Obviously, the total sales figure still has a long way to go to get back to pre-COVID levels, but the strong rate of change is making people reassess what shape the recovery could look like. Be sure to read Betsey Purinton’s blog on this topic from a few weeks ago if you haven’t already.
OK, sales bounced back but where is the money coming from?
As sales spike, we need to be cognizant of how people are paying for things. The recent data from credit card company does paint an interesting picture. In the first chart the red line represents credit card debt, and we can see where people are clearly paying their debt down quite dramatically. Again, as people are stuck at home an unable to spend perhaps this is where some of the stimulus checks went.
However, there is also a growing group of people who are struggling to make ends meet. The chart below shows the percentage of credit cards that are 30 days delinquent. The sudden spike is troublesome, but to be expected as some Americans are focusing on paying for necessities. As states reopen and people go back to work we’d hope to see this trend reverse.

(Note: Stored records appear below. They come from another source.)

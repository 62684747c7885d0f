import type { Drawing, Ink as DrawingInk, Paint, Shape, TextShape } from '@libs/drawings';
import { PAPER_INKS, rgbOf } from './inks.js';
import type { PageCanvas } from './page-canvas.js';

/** Where a drawing stands on its page, in points from the upper left corner. */
export interface DrawingBox {
  readonly x: number;
  readonly y: number;
  readonly widthPt: number;
  readonly heightPt: number;
}

/** The drawings' inks on white paper. */
export const DRAWING_INKS: Readonly<Record<DrawingInk, string>> = {
  text: PAPER_INKS.text,
  muted: PAPER_INKS.muted,
  line: PAPER_INKS.line,
  hair: PAPER_INKS.hair,
  card: PAPER_INKS.card,
  ground: PAPER_INKS.ground,
  copper: PAPER_INKS.copper,
  steel: PAPER_INKS.steel,
  conforms: PAPER_INKS.conforms,
  fails: PAPER_INKS['does-not-conform'],
  unsure: PAPER_INKS.inconclusive,
  invalid: PAPER_INKS['not-valid'],
};

/** Light enough that words on it are read, dark enough for a copier. */
const HATCH = { spacing: 6, angleDeg: -45, strokeWidth: 1.3, share: 0.45 } as const;

/** Paints a drawing into its box, to scale: the same model the screen paints. */
export function paintDrawing(canvas: PageCanvas, drawing: Drawing, box: DrawingBox, inks: Readonly<Record<DrawingInk, string>> = DRAWING_INKS): void {
  if (!(drawing.width > 0 && drawing.height > 0)) return;
  const scale = Math.min(box.widthPt / drawing.width, box.heightPt / drawing.height);
  for (const shape of drawing.shapes) paintShape(canvas, shape, { drawing, box, scale, inks });
}

interface Place {
  readonly drawing: Drawing;
  readonly box: DrawingBox;
  readonly scale: number;
  readonly inks: Readonly<Record<DrawingInk, string>>;
}

function paintShape(canvas: PageCanvas, shape: Shape, place: Place): void {
  const { box, scale, inks } = place;
  const outline = (d: string, style: Parameters<PageCanvas['path']>[4]) => canvas.path(d, box.x, box.y, scale, style);
  switch (shape.kind) {
    case 'path':
      return outline(shape.d, {
        ...inked(shape, inks, shape.opacity),
        ...(shape.evenOdd ? { evenOdd: true } : {}),
        ...(shape.dash ? { dash: shape.dash } : {}),
        ...(shape.cap === 'round' ? { roundCaps: true } : {}),
      });
    case 'circle':
      return outline(circlePath(shape.cx, shape.cy, shape.r), inked(shape, inks));
    case 'rect':
      return outline(rectPath(shape.x, shape.y, shape.width, shape.height, shape.radius ?? 0), inked(shape, inks));
    case 'hatch':
      if (shape.width <= 0 || shape.height <= 0) return;
      return outline(rectPath(shape.x, shape.y, shape.width, shape.height, 0), {
        hatch: { ink: mixed(inks.card, inks[shape.ink], HATCH.share), spacing: HATCH.spacing, angleDeg: HATCH.angleDeg, strokeWidth: HATCH.strokeWidth },
      });
    case 'text':
      return paintText(canvas, shape, place);
  }
}

function inked(shape: { readonly fill?: Paint; readonly stroke?: Paint; readonly strokeWidth?: number }, inks: Readonly<Record<DrawingInk, string>>, opacity = 1) {
  const colour = (paint: Paint) => mixed(inks.card, colourOf(paint, inks), opacity);
  return {
    ...(shape.fill !== undefined ? { fill: colour(shape.fill) } : {}),
    ...(shape.stroke !== undefined ? { stroke: colour(shape.stroke), strokeWidth: shape.strokeWidth ?? 1 } : {}),
  };
}

/** Words keep to the drawing: the paper's letters are not as wide as the screen's, and a name may be long. */
function paintText(canvas: PageCanvas, shape: TextShape, { drawing, box, scale, inks }: Place): void {
  const weight = shape.weight >= 600 ? 'bold' : 'regular';
  const text = canvas.typeface.clean(shape.text, weight).replaceAll('\n', ' ');
  const room = shape.anchor === 'start' ? drawing.width - shape.x : shape.anchor === 'end' ? shape.x : 2 * Math.min(shape.x, drawing.width - shape.x);
  const wanted = canvas.typeface.widthOf(text, shape.size, weight);
  const size = wanted > room && room > 0 ? (shape.size * room) / wanted : shape.size;
  const width = canvas.typeface.widthOf(text, size, weight);
  const x = shape.x - (shape.anchor === 'end' ? width : shape.anchor === 'middle' ? width / 2 : 0);
  canvas.text(text, box.x + x * scale, box.y + shape.y * scale, size * scale, weight, colourOf(shape.ink, inks));
}

function colourOf(paint: Paint, inks: Readonly<Record<DrawingInk, string>>): string {
  return typeof paint === 'string' ? inks[paint] : mixed(inks[paint.from], inks[paint.to], paint.share);
}

/** Share 0 is all `from`, 1 is all `to`; on white paper an opacity is a mixture with the paper. */
function mixed(from: string, to: string, share: number): string {
  const [a, b] = [rgbOf(from), rgbOf(to)];
  const part = (x: number, y: number) =>
    Math.round((x + (y - x) * share) * 255)
      .toString(16)
      .padStart(2, '0');
  return `#${part(a.red, b.red)}${part(a.green, b.green)}${part(a.blue, b.blue)}`;
}

function circlePath(cx: number, cy: number, r: number): string {
  return `M${cx - r} ${cy}A${r} ${r} 0 1 1 ${cx + r} ${cy}A${r} ${r} 0 1 1 ${cx - r} ${cy}Z`;
}

function rectPath(x: number, y: number, width: number, height: number, radius: number): string {
  const r = Math.max(Math.min(radius, width / 2, height / 2), 0);
  if (r === 0) return `M${x} ${y}H${x + width}V${y + height}H${x}Z`;
  const corner = (toX: number, toY: number) => `A${r} ${r} 0 0 1 ${toX} ${toY}`;
  return `M${x + r} ${y}H${x + width - r}${corner(x + width, y + r)}V${y + height - r}${corner(x + width - r, y + height)}H${x + r}${corner(x, y + height - r)}V${y + r}${corner(x + r, y)}Z`;
}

Auto sales are a big component in the retail sales data, and much like a home purchase of this dollar size, speaks to the confidence the buyer has in their personal financial situation. Total sales dropped precipitously as the economy shut down, but we have seen the number bounce back, as shown below:
Again, we see a V-shaped bounce back from the lows in auto sales. If you are in the market for a new car, now is one of the best times to go as the deals they are offering are almost unheard of. We’ve seen offers where a person can drive away today with a new car, make no payments for 6 months, and then finance the car at 0% for 72 months after that. If sales continue to climb, dealers will start to realize they may not need to offer such crazy deals to entice people to buy. On the other hand, if these deals do continue to persist, it may speak volumes.

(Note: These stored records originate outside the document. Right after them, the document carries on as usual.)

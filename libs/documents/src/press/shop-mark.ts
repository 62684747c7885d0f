import type { Mark } from './marks.js';

/** The mark: a ring with slots, and one heavy loop of cable through the bore and round the outside. Drawn in a box of 104 by 84. */
const SLOTS = 12;
const OUTER = 38;
const BORE = 19;
const SLOT_DEPTH = 8;

const at = (radius: number, angle: number) => `${(radius * Math.sin(angle)).toFixed(2)} ${(-radius * Math.cos(angle)).toFixed(2)}`;

function ringPath(): string {
  let bore = '';
  for (let slot = 0; slot < SLOTS; slot += 1) {
    const turn = (share: number) => ((slot + share) / SLOTS) * 2 * Math.PI;
    const from = turn(-0.17);
    const to = turn(0.17);
    bore += `${slot === 0 ? 'M' : 'L'}${at(BORE, from)}L${at(BORE + SLOT_DEPTH, from)}L${at(BORE + SLOT_DEPTH, to)}L${at(BORE, to)}A${BORE} ${BORE} 0 0 1 ${at(BORE, turn(0.83))}`;
  }
  return `M0 ${-OUTER}A${OUTER} ${OUTER} 0 1 1 0 ${OUTER}A${OUTER} ${OUTER} 0 1 1 0 ${-OUTER}Z${bore}Z`;
}

const CABLE_BEHIND = 'M6 3C4 -14 14 -25 30 -25C47 -25 54 -12 52 3';
const CABLE_BEFORE = 'M5.6 -1C6 16 14 27 30 27C45 27 53 15 52 -1';
const RING = ringPath();

/** At a height; the front of the cable is parted from the ring by a line of paper. */
export function shopMark(heightPt: number): { readonly widthPt: number; readonly heightPt: number; readonly marks: readonly Mark[] } {
  const scale = heightPt / 84;
  const place = { kind: 'path', x: 42 * scale, y: 42 * scale, scale } as const;
  return {
    widthPt: 104 * scale,
    heightPt,
    marks: [
      { ...place, d: CABLE_BEHIND, stroke: 'copper', strokeWidth: 9 },
      { ...place, d: RING, fill: 'text', evenOdd: true },
      { ...place, d: CABLE_BEFORE, stroke: 'card', strokeWidth: 14 },
      { ...place, d: CABLE_BEFORE, stroke: 'copper', strokeWidth: 9 },
    ],
  };
}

It should be clear by now that the data shows that there are a fair number of Americans who are ready, willing and able to spend beyond necessities. However, we are by no means back to pre-COVID levels and time will only tell if that happens. To reach anywhere close to pre-COVID levels of consumer spending, we must see the unemployment number continue to fall. We also must watch the data very closely as the government assistance programs end. It’s impossible to know how much consumer spending is being supported by the increased unemployment benefit. Those extra unemployment benefits are set to end on July 31st. Right now, the chance that program is extended seems low, so we will have to wait and see if consumer spending slows as Americans realize their increased benefit is ending. We will also see some of the mortgage forbearance programs start to end in the coming months. It is estimated that over 7% of people with a mortgage have asked to delay their mortgage payments. Again, as these programs start to end, do we see the spending numbers sag? We will just have to wait and analyze the data as it comes in but it’s clear that right now Americans, after being cooped up for weeks on end are looking to get out and enjoy life and spend some of their hard earned income.